The GRU members expelled from the Netherlands used basic OPSEC measures, such as throwing out their own rubbish while staying in a hotel; nevertheless, their arrest revealed the lack of other equally basic security measures, that undoubtedly will have given the Service plenty to talk about. Perhaps the proximity operations – at least in the Netherlands – were not considered as a risk by the GRU, perhaps they were considered human failures due to breach of regulations … who knows. The fact is that this poor OPSEC brought to light information on identities, targets, TTP … that allowed us to know the Service a little better during 2018 and that, had they acted otherwise, these evidences wouldn’t be so.
When we talk about OPSEC, beyond formal models and methodologies, we always talk about the three Cs[1]: Cover, Concealment, Compartmentation. The coverage of an operation must allow you to justify where you are (state) and what you are doing (action), the concealment must allow hiding activities or identities related to the operation and, finally, compartmentation, as a final line of defense, must minimize the impact in case things go wrong, not affecting other people, operations, etc.
In the case of the agents identified in the Netherlands, their coverage was, as we just said, a security inspection at the Russian embassy in the Netherlands, near the OPCW headquarters; this could justify that they were in the vicinity of said headquarters, but on the basis of the seized devices it would be quite difficult to justify the action, what they were specifically doing in that localization… but let me point out this fact: Are these security inspections military service? Wouldn’t that be the responsibility of the FSO or, in any case, the FSB? Curious… In any case, if the coverage was weak, the concealment is even weaker, so when we have four members of the Service traveling with real identities, diplomatic passports (with sequential numbers) … to an operation, and moreover, keeping among their belongings not only electronic devices, but also something as mundane as a taxi ticket from the headquarters of the Unit to the airport, just to give an example (ticket confirmed as true by the corresponding Moscow taxi company). This lack of security measures motivated different analysts to obtain personal data of different agents, from public sources, such as their profiles on social networks or the football clubs in which they play. For instance, Aleksei SERGEYEVICH MORENETS’ profile on the website mylove.ru, a Russian dating site, in which the member of Unit 26165 appears in a photo taken in Moscow, a few meters from the headquarters of the Service.
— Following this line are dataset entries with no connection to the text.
package org.ventcase.thermo;

import java.util.ArrayList;
import java.util.HashSet;
import java.util.LinkedHashMap;
import java.util.List;
import java.util.Locale;
import java.util.Map;
import java.util.Set;

import org.ventcase.common.InvalidInputException;

/**
 * Components with their mole fractions. Immutable; arrays are copied in and out. Fractions lie in
 * [0, 1] and sum to 1 within {@link #SUM_TOLERANCE}; they are stored normalised. A zero fraction is
 * allowed (a component listed for another phase, e.g. nitrogen in a liquid's list when the vapour
 * space holds it); a component may appear only once.
 *
 * @param components the components, in order
 * @param fractions  mole fractions, same order
 */
public record Composition(List<Component> components, double[] fractions) {

    /** Largest accepted deviation of the sum of mole fractions from 1. */
    public static final double SUM_TOLERANCE = 1e-6;

    public Composition {
        if (components == null || components.isEmpty()) {
            throw InvalidInputException.missing("composition", "expected at least one component");
        }
        components = List.copyOf(components);
        if (fractions == null || fractions.length != components.size()) {
            throw InvalidInputException.invalid("composition", fractions == null ? "missing" : fractions.length + " fractions",
                    "expected " + components.size() + " mole fractions, one per component");
        }
        Set<String> seen = new HashSet<>();
        double sum = 0;
        for (int i = 0; i < fractions.length; i++) {
            if (!seen.add(components.get(i).name())) {
                throw InvalidInputException.invalid("composition[" + i + "]", components.get(i).name(),
                        "each component may appear only once");
            }
            InvalidInputException.requireInRange("composition[" + i + "]", fractions[i], 0, 1, "");
            sum += fractions[i];
        }
        if (!(Math.abs(sum - 1.0) <= SUM_TOLERANCE)) {
            throw InvalidInputException.invalid("composition", String.format(Locale.US, "sum %.9g", sum),
                    "mole fractions must sum to 1 within 1e-6");
        }
        double[] x = new double[fractions.length];
        for (int i = 0; i < x.length; i++) {
            x[i] = fractions[i] / sum;
        }
        fractions = x;
    }

    /** A pure component. */
    public static Composition pure(Component c) {
        return new Composition(List.of(c), new double[] {1.0});
    }

    @Override
    public double[] fractions() {
        return fractions.clone();
    }

    /** Mole fraction of component i. */
    public double fraction(int i) {
        return fractions[i];
    }

    public int size() {
        return components.size();
    }

    /** Component names, in order. */
    public List<String> names() {
        return components.stream().map(Component::name).toList();
    }

    /** Name -> mole fraction, in order. */
    public Map<String, Double> asMap() {
        Map<String, Double> m = new LinkedHashMap<>();
        for (int i = 0; i < fractions.length; i++) {
            m.put(components.get(i).name(), fractions[i]);
        }
        return m;
    }

    /** Indices of the components with a non-zero fraction. */
    public int[] present() {
        int k = 0;
        for (double f : fractions) {
            if (f > 0) {
                k++;
            }
        }
        int[] out = new int[k];
        k = 0;
        for (int i = 0; i < fractions.length; i++) {
            if (fractions[i] > 0) {
                out[k++] = i;
            }
        }
        return out;
    }

    /** Molar mass of the mixture, kg/kmol. */
    public double molarMass() {
        double m = 0;
        for (int i = 0; i < fractions.length; i++) {
            m += fractions[i] * components.get(i).molarMass();
        }
        return m;
    }

    /** Kay's-rule pseudo-critical temperature sum x_i Tc_i, K (a screening figure only). */
    public double pseudoCriticalTemperatureK() {
        double t = 0;
        for (int i = 0; i < fractions.length; i++) {
            t += fractions[i] * components.get(i).tcK();
        }
        return t;
    }

    /** Kay's-rule pseudo-critical pressure sum x_i Pc_i, Pa (a screening figure only). */
    public double pseudoCriticalPressurePa() {
        double p = 0;
        for (int i = 0; i < fractions.length; i++) {
            p += fractions[i] * components.get(i).pcPa();
        }
        return p;
    }

    /**
     * This composition over a longer component list that contains every component of this one
     * (matched by name); components not in this composition get zero.
     *
     * @param field field path used when a component is missing from {@code list}
     */
    public Composition over(String field, List<Component> list) {
        double[] x = new double[list.size()];
        for (int i = 0; i < components.size(); i++) {
            String n = components.get(i).name();
            int j = indexOf(list, n);
            if (j < 0) {
                throw InvalidInputException.invalid(field + "[" + i + "]", n,
                        "expected one of the fluid's components: " + String.join(", ",
                                list.stream().map(Component::name).toList()));
            }
            x[j] = fractions[i];
        }
        return new Composition(list, x);
    }

    /** The components of {@code a} followed by those of {@code b} not in {@code a}. */
    public static List<Component> union(Composition a, Composition b) {
        List<Component> out = new ArrayList<>(a.components());
        for (Component c : b.components()) {
            if (indexOf(out, c.name()) < 0) {
                out.add(c);
            }
        }
        return List.copyOf(out);
    }

    private static int indexOf(List<Component> list, String name) {
        for (int i = 0; i < list.size(); i++) {
            if (list.get(i).name().equals(name)) {
                return i;
            }
        }
        return -1;
    }

    @Override
    public boolean equals(Object o) {
        return o instanceof Composition c && components.equals(c.components)
                && java.util.Arrays.equals(fractions, c.fractions);
    }

    @Override
    public int hashCode() {
        return 31 * components.hashCode() + java.util.Arrays.hashCode(fractions);
    }

    @Override
    public String toString() {
        StringBuilder sb = new StringBuilder();
        for (int i = 0; i < fractions.length; i++) {
            sb.append(i == 0 ? "" : ",").append(components.get(i).name()).append(':')
                    .append(String.format(Locale.US, "%.6g", fractions[i]));
        }
        return sb.toString();
    }
}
If the measures of coverage and concealment of arrested agents in the Netherlands are poor, those of compartmentation are perhaps even poorer. Seized computers not only show data from the deployed operation, but also data from other operations that had little or nothing to do with it. From a photo taken at the 2016 Rio Olympics – a fact that confirms that MORENETS was there, we don’t know if for personal or professional reasons, to navigation history and search for possible targets outside the OPCW or WiFi connections at Kuala Lumpur hotels, supposedly in line with the Malaysia investigations of the MH17 case. In spite of the fact that one of the agents tried to destroy his mobile phone while being caught, according to the Dutch government, the electronic devices exposed traces of some very interesting activities of the members of the Service. Whether these activities were related to the operations of the GRU – or not – is something we don’t know, but in any case, this information should NOT have been in those devices in any way.
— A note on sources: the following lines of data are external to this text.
package org.ventcase.thermo;

import java.util.ArrayList;
import java.util.List;
import java.util.Locale;

import org.ventcase.common.CsvTable;

/**
 * Where the default model (PR-Twu) is known to miss its saturation accuracy targets for a built-in
 * fluid, measured against published reference equations of state (measured-deviations.csv; the
 * figures are held to the measurement by ReferenceSaturationTest, docs/accuracy.md). The program
 * says so at every saturation state inside a listed range instead of refitting the published
 * parameters to the reference data, which would be fitting to the test.
 */
public final class MeasuredDeviations {

    static final String RESOURCE = "measured-deviations.csv";

    /** The saturation quantities of the table, with their words on a warning. */
    public enum Quantity {
        PSAT("Psat", "vapour pressure"),
        RHO_L("rhoL", "saturated-liquid density"),
        RHO_V("rhoV", "saturated-vapour density"),
        L("L", "latent heat");

        private final String key;
        private final String words;

        Quantity(String key, String words) {
            this.key = key;
            this.words = words;
        }

        public String key() {
            return key;
        }

        static Quantity of(String key) {
            for (Quantity q : values()) {
                if (q.key.equals(key)) {
                    return q;
                }
            }
            throw new IllegalStateException(RESOURCE + ": unknown quantity " + key);
        }
    }

    /** One row: for {@code trFrom <= Tr < trTo} the model is up to {@code largestPct} off (signed). */
    public record Entry(String name, String cas, Quantity quantity, double trFrom, double trTo, double largestPct,
                        String why) {
        public boolean covers(double tr) {
            return tr >= trFrom && tr < trTo;
        }

        String range() {
            if (trFrom <= 0) {
                return String.format(Locale.US, "below Tr %s", trim(trTo));
            }
            if (trTo >= 0.96) {
                return String.format(Locale.US, "above Tr %s", trim(trFrom));
            }
            return String.format(Locale.US, "Tr %s-%s", trim(trFrom), trim(trTo));
        }

        String consequence() {
            boolean high = largestPct > 0;
            return switch (quantity) {
                case PSAT -> "";
                case RHO_L -> high ? "; the liquid inventory as much too high" : "; the liquid inventory as much too low";
                case RHO_V -> high ? "; the vapour's Z as much too low, a smaller required area"
                        : "; the vapour's Z as much too high, a larger required area";
                case L -> high ? "; a fire relief load W = Q/L as much too low" : "; a fire relief load as much too high";
            };
        }

        private static String trim(double x) {
            String s = String.format(Locale.US, "%.3f", x);
            return s.replaceAll("0+$", "").replaceAll("\\.$", "");
        }
    }

    private static final List<Entry> ENTRIES = load();

    private MeasuredDeviations() {
    }

    /** Every row of the table, in file order. */
    public static List<Entry> entries() {
        return ENTRIES;
    }

    /** The warning for a saturation state of {@code c} at reduced temperature tr (model Tc), or "". */
    public static String note(Component c, double tr) {
        List<String> parts = new ArrayList<>();
        for (Entry e : ENTRIES) {
            if (e.cas().equals(c.cas()) && e.covers(tr)) {
                parts.add(String.format(Locale.US, "%s up to %.1f %% %s %s (%s%s)", e.quantity().words,
                        Math.abs(e.largestPct()), e.largestPct() > 0 ? "high" : "low", e.range(), e.why(),
                        e.consequence()));
            }
        }
        if (parts.isEmpty()) {
            return "";
        }
        return String.format(Locale.US, "%s at Tr = %.4f, the default model against the reference equation of state "
                + "(docs/accuracy.md): %s.", c.name(), tr, String.join("; ", parts));
    }

    private static List<Entry> load() {
        List<Entry> out = new ArrayList<>();
        for (CsvTable.Row row : CsvTable.resource(MeasuredDeviations.class, RESOURCE, CsvTable.LastColumn.REST_OF_LINE)
                .rows()) {
            double from = row.number("tr_from");
            double to = row.number("tr_to");
            if (!(from >= 0 && to > from)) {
                throw new IllegalStateException(row.where() + ": expected 0 <= tr_from < tr_to");
            }
            out.add(new Entry(row.text("name"), row.text("cas"), Quantity.of(row.text("quantity")), from, to,
                    row.number("largest_pct"), row.text("why")));
        }
        return List.copyOf(out);
    }
}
How can these errors occur? Well, attackers also have budgets, bosses, deadlines…and we all make mistakes. Although my personal opinion is that an operation, no matter how simple or risky it may be a priori, requires minimum OPSEC measures. I don’t know the reason (technical, political, budgetary, …) why in this case they were not applied. However, it is necessary to point out that apparently serious OPSEC failures are not exclusive to the GRU; the FSB is not lagging behind in historical errors in terms of operational security measures, as evidenced in the cyber environment by alleged Canadian CSEC documents leaked by Snowden[2], which explain how the operators of Turla (linked to the FSB?) use the operating environments of a campaign for personal use (mail and social networks, browsing …). Also, in a physical environment, members of the FSB made very serious mistakes, such as when in 2016 a new promotion of agents celebrated the end of the academic course by photographing themselves in Moscow and taking an off-road Mercedes ride around the Russian capital; images of the event can still be found on social networks. The FSB rewarded this attitude by assigning them to the areas of Chukotka and Kamchatka, in the far east of Russia, more than eight hours flight from Moscow. Whoever is free from sin…
References
[1] TheGrugq. OPSEC in the age of the egotistical giraffe. HITBSecConf, 2014.
[2] Canada CSEC. Hackers are humans too. Cyber leads to CI leads.